▸ **YOUR INSTRUCTIONS**:
Take the entries below and print, exactly, the stretch from the line containing "from pilewise.clustering.kmeans import" through the line containing "SPARSE_EXPECTED = 5.0", both included.

+++ INPUT DATA +++

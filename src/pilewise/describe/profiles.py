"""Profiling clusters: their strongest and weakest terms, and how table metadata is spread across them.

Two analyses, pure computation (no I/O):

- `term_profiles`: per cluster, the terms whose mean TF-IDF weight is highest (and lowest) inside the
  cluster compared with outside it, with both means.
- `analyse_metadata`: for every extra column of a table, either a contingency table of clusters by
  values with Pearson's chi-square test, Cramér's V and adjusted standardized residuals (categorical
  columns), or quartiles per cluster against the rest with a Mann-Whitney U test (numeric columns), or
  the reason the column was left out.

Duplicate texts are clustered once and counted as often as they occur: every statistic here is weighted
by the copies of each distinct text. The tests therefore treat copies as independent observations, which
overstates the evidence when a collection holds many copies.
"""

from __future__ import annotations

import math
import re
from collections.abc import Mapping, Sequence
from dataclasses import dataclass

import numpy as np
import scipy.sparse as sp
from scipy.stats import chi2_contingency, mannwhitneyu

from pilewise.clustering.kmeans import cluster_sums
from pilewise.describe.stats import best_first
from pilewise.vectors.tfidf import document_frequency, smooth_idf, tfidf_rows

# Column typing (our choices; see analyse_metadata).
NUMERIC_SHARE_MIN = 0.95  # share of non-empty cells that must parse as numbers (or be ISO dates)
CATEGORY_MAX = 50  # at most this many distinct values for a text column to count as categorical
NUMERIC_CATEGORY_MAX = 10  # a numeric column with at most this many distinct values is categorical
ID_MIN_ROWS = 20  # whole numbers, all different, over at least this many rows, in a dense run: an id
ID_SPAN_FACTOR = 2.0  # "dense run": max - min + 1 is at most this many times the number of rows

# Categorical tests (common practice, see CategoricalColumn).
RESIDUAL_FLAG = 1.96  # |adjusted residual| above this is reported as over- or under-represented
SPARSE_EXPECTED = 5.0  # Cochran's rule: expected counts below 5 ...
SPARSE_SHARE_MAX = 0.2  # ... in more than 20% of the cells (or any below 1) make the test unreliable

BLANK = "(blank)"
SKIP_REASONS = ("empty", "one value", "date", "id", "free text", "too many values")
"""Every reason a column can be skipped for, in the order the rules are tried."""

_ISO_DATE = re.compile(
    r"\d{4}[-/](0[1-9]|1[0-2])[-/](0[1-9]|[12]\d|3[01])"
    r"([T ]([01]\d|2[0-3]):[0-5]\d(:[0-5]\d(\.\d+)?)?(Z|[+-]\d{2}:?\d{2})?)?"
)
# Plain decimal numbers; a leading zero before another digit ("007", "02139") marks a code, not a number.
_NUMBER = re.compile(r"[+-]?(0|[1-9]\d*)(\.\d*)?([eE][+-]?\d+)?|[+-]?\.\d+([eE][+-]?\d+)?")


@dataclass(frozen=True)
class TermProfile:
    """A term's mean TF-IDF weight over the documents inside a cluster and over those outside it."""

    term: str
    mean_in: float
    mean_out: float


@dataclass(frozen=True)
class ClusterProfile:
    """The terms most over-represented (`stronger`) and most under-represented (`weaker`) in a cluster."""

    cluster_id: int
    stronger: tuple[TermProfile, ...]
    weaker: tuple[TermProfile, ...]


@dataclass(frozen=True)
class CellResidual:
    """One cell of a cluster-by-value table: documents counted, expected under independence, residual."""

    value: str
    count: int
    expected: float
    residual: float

+++

▸ **FINISHED EXERCISE**:
from pilewise.clustering.kmeans import cluster_sums
from pilewise.describe.stats import best_first
from pilewise.vectors.tfidf import document_frequency, smooth_idf, tfidf_rows

# Column typing (our choices; see analyse_metadata).
NUMERIC_SHARE_MIN = 0.95  # share of non-empty cells that must parse as numbers (or be ISO dates)
CATEGORY_MAX = 50  # at most this many distinct values for a text column to count as categorical
NUMERIC_CATEGORY_MAX = 10  # a numeric column with at most this many distinct values is categorical
ID_MIN_ROWS = 20  # whole numbers, all different, over at least this many rows, in a dense run: an id
ID_SPAN_FACTOR = 2.0  # "dense run": max - min + 1 is at most this many times the number of rows

# Categorical tests (common practice, see CategoricalColumn).
RESIDUAL_FLAG = 1.96  # |adjusted residual| above this is reported as over- or under-represented
SPARSE_EXPECTED = 5.0  # Cochran's rule: expected counts below 5 ...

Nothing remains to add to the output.